Comment #1 Posted By: Anonymous 10/13/09
Anonymous
No one is going to want this toxic stuff. Not just that, but we're still early in the game in this awful market. We have about 3-4 years left until we get our current commercial real estate industry straightened out.
Comment #2 Posted By: Anonymous 10/13/09
Anonymous
#1, this matters because small and medium sized banks made almost half of the commercial real estate loans in the go-go years using similar lending standards and now the goose is coming home to roost. We are really screwed.

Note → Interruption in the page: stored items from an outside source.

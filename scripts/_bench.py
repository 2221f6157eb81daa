"""What every benchmark script shares: one BLAS thread, the repo on sys.path, and the helpers.

Import it first, before numpy or moerun (``import _bench`` at the top of a script): it sets
OPENBLAS_NUM_THREADS, OMP_NUM_THREADS and MKL_NUM_THREADS to 1 (unless the environment already
sets them) before numpy is loaded, because two-thread BLAS swings about 10x between runs for
these small matrices on a shared 2-core machine, and ``import moerun`` does not pin them.

Helpers: ``log`` (a line on stderr), ``session`` (one engine generating prompts in turn, the pool
carried over), ``split_docs`` (a corpus text as documents), ``hit_rates`` (replayed hit rate per
pool size over traces), ``best_of`` and ``per_call_ns`` (timers), ``memcpy_bandwidth``, ``busy_processes`` and
``stop_busy`` (CPU-bound programs beside a measurement).
"""

from __future__ import annotations

import os
import sys
import time

_THREAD_VARS = ("OPENBLAS_NUM_THREADS", "OMP_NUM_THREADS", "MKL_NUM_THREADS")
if "numpy" in sys.modules:
    sys.stderr.write("_bench: numpy was imported before _bench; BLAS may not be pinned to one thread\n")
for _var in _THREAD_VARS:
    os.environ.setdefault(_var, "1")

sys.path.insert(0, os.path.join(os.path.dirname(os.path.abspath(__file__)), ".."))

if all(os.environ[v] == "1" for v in _THREAD_VARS):
    BLAS_THREADS = "1 thread (OPENBLAS/OMP/MKL_NUM_THREADS=1 set before numpy import)"
    BLAS_NOTE = "BLAS pinned to one thread for every configuration"
else:
    BLAS_THREADS = "threads from the environment (" + ", ".join(f"{v}={os.environ[v]}" for v in _THREAD_VARS) + ")"
    BLAS_NOTE = f"BLAS {BLAS_THREADS}"

# One opener per register of the corpus, and an empty document: the prompts of a benchmark session.
SESSION_PROMPTS = [
    "<doc>",
    "<doc>Field notes — ",
    "<doc>[radio, channel 4, cycle 19 day 132, 05:47]\n",
    "<doc>== log TF-14",
    "<doc>TICKET #",
    "<doc>## Daily ledger",
    "<doc>## Cart runs",
    "<doc>## Weekly yield",
]

DOC = "<doc>"  # the corpus's document marker (the bos token of the bundled models)


def log(msg: str) -> None:
    """One progress line on stderr (stdout is kept for the results)."""
    sys.stderr.write(msg + "\n")
    sys.stderr.flush()


def split_docs(text: str) -> list[str]:
    """Whole documents, each with its leading <doc> marker; lines when the text has no marker."""
    if DOC in text:
        return [DOC + d for d in text.split(DOC)[1:]]
    return text.splitlines(keepends=True)


class OracleRule:
    """A guess rule that knows the future: for each layer ahead, the experts that layer will choose, read from the
    run's own routing trace (the engine replays that trace, which changes no number: tests/model/test_routing.py).
    The upper bound of what a guess rule can give through the same engine (``session(..., oracle=trace)``)."""

    def __init__(self, eng, rule, trace):
        self.eng, self.rule = eng, rule
        self.rows = trace.experts.tolist()

    def targets(self, layer):
        return self.rule.targets(layer)

    def top(self, layer, h, n):
        row = self.rows[self.eng.routing.cursor % len(self.rows)]
        return [[e for e in row[layer + j] if e >= 0][:n] for j in range(1, self.targets(layer) + 1)]


def session(model, prompts, max_new: int, seed: int, *, trace: bool = False, oracle=None, **kw) -> dict:
    """One engine generating ``prompts`` one after another (pool and policy carry over).

    A prompt is a string, or a list of token ids (then pass ``tokenizer=False``). Sampling is at
    temperature 0.8, seeded ``seed + i`` for the i-th prompt. Returns decode tok/s and seconds,
    decode steps, the new tokens per prompt, the pool's hit rate, misses and stall seconds (the
    bare source's stall without a pool), the engine's stats, the budget's slots and, with
    ``trace=True``, the recorded trace. ``kw`` goes to ``moerun.load``.  ``oracle``: the routing trace of the same
    session (recorded with ``trace=True``): the engine replays it and guesses with ``OracleRule``.
    """
    import moerun
    from moerun.model.sampling import Sampling

    if oracle is not None:
        kw["routing"] = oracle
    with moerun.load(model, **kw) as eng:
        if oracle is not None and eng.prefetcher is not None:
            eng.prefetcher.rule = OracleRule(eng, eng.prefetcher.rule, oracle)
        if trace:
            eng.start_trace()
        steps = decode_ns = total_ns = 0
        tokens = []
        for i, prompt in enumerate(prompts):
            sampling = Sampling(temperature=0.8, seed=seed + i)
            if isinstance(prompt, str):
                gen = eng.generate(prompt, max_new=max_new, sampling=sampling)
            else:
                gen = eng.generate(prompt_ids=list(prompt), max_new=max_new, sampling=sampling)
            steps += gen.decode_steps
            decode_ns += gen.decode_ns
            total_ns += gen.decode_ns + gen.prefill_ns
            tokens.append(gen.new_ids)
        recorded = eng.finish_trace() if trace else None
        stats = eng.stats
        pool = stats.get("pool", {})
        stall = pool["stall_s"] * 1e9 if "stall_s" in pool else getattr(eng.experts, "stall_ns", 0)
        slots = list(eng.budget.slots) if eng.budget is not None else None
    return {"tok_s": steps / (decode_ns / 1e9) if decode_ns else 0.0, "decode_s": decode_ns / 1e9,
            "total_s": total_ns / 1e9, "steps": steps, "tokens": tokens, "hit_rate": pool.get("hit_rate"),
            "misses": pool.get("misses", 0), "stall_s": (stall or 0) / 1e9, "stats": stats, "slots": slots,
            "trace": recorded}


def hit_rates(traces, policy, sizes: list[int], *, shared: bool = False, fast: bool = True, quotas=None) -> dict[int, float]:
    """Overall replayed hit rate per pool size, counts summed over ``traces`` (each from an empty pool).

    ``shared=True``: one pool of ``size`` slots shared by all layers. Otherwise a pool per layer, of
    ``size`` slots each, or of ``quotas(size)`` slots (a list, one per layer) when given.
    """
    from moerun.sim.counts import replay_counts

    if hasattr(traces, "n_tokens"):
        traces = [traces]
    acc = dict.fromkeys(sizes, 0)
    miss = dict.fromkeys(sizes, 0)
    for tr in traces:
        if quotas is None or shared:
            out = replay_counts(tr, policy, sizes, fast, shared=shared)
            per_size = {c: out[c] for c in sizes}
        else:
            split = {c: quotas(c) for c in sizes}
            out = replay_counts(tr, policy, sorted({q for qs in split.values() for q in qs}), fast)
            per_size = {c: [out[q][layer] for layer, q in enumerate(qs)] for c, qs in split.items()}
        for c, counts in per_size.items():
            acc[c] += sum(x.accesses for x in counts)
            miss[c] += sum(x.misses for x in counts)
    return {c: 1 - miss[c] / acc[c] for c in sizes}


def best_of(fn, repeat: int, clock=time.perf_counter) -> tuple[float, object]:
    """The shortest of ``repeat`` timed calls of ``fn`` (in ``clock``'s unit), and the last call's result."""
    best, out = float("inf"), None
    for _ in range(repeat):
        t0 = clock()
        out = fn()
        best = min(best, clock() - t0)
    return best, out


def per_call_ns(fn, reps: int = 400, rounds: int = 9, warmup: int = 30) -> float:
    """Process CPU time per call of ``fn``, in ns: the best of ``rounds`` rounds of ``reps`` calls."""
    for _ in range(warmup):
        fn()

    def round_of_calls() -> None:
        for _ in range(reps):
            fn()

    best, _ = best_of(round_of_calls, rounds, clock=time.process_time_ns)
    return float(best / reps)


def memcpy_bandwidth(nbytes: int = 64 << 20, repeats: int = 5) -> float:
    """This machine's plain memory-copy bandwidth in bytes/s (best of a few 64 MiB copies)."""
    import numpy as np

    src = np.ones(nbytes, np.uint8)
    dst = np.empty_like(src)
    best, _ = best_of(lambda: np.copyto(dst, src), repeats)
    return nbytes / best


def busy_processes(n: int) -> list:
    """Start n plain CPU-bound busy loops (a competing program on the machine); stop them with stop_busy."""
    import subprocess

    return [subprocess.Popen([sys.executable, "-c", "while True: pass"]) for _ in range(n)]


def stop_busy(procs: list) -> None:
    for p in procs:
        p.kill()
        p.wait()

Comment #3 Posted By: Anonymous 10/13/09
Anonymous
The following is excerpted from Mother Jones Magazine regarding Laurence Gluck and Riverton (Gluck is the guy who bought 16 Mitchell-Lama middle income complexes and has taken or is attempting to take them out of the Mitchell-Lama program, oust the long-term tenants, and charge everyone market rate) ... "It all sounds like a classic tale of the bust except that, unlike ordinary people caught up in foreclosure proceedings, Gluck and his partners have made a fortune off Riverton Houses. Just as homeowners often take out some extra cash when they refinance a property, team Gluck pulled out $67 million—the high-roller version of cash at closing. A homeowner would be on the hook for that extra cash, but Gluck's group purchased Riverton through a limited liability shell company, which allows it to shelter its refinancing windfall in case of a default. Minus the down payment, the partners walk away with nearly $42 million. The Riverton deal exemplifies a strategy known as predatory equity."
Comment #4 Posted By: Anonymous 10/13/09
Anonymous
#4 - wow - Gluck is smart - good for him.
Comment #5 Posted By: Anonymous 10/13/09
Tom from the Bx
The only way the Riverton is worth $108 million is if we still think a whole lot of the middle income tenants are going to move away fast and be replaced by rich folks. Do we really still think that?
Comment #6 Posted By: Tom from the Bx 10/14/09
Anonymous
Gluck's children must be so proud of their schyster father.
Comment #7 Posted By: Anonymous 10/14/09
Anonymous
This is framed in a confusing way. Once a loan moves to special servicing, servicers are REQ'D to order new appraisals. Special servicers dont care at all abour ratings, since they usually own the unrated (1st loss piece). They care about preserving their investment, while master services are concerned about "over-advancing" P&I on properties not worth their debt. In cases where the special servicer does not receive the updated appraisal within 60 days, the appsl reduction amount for the loan is set to 25% of the current balance. This remains in effect until the new appraisal is received.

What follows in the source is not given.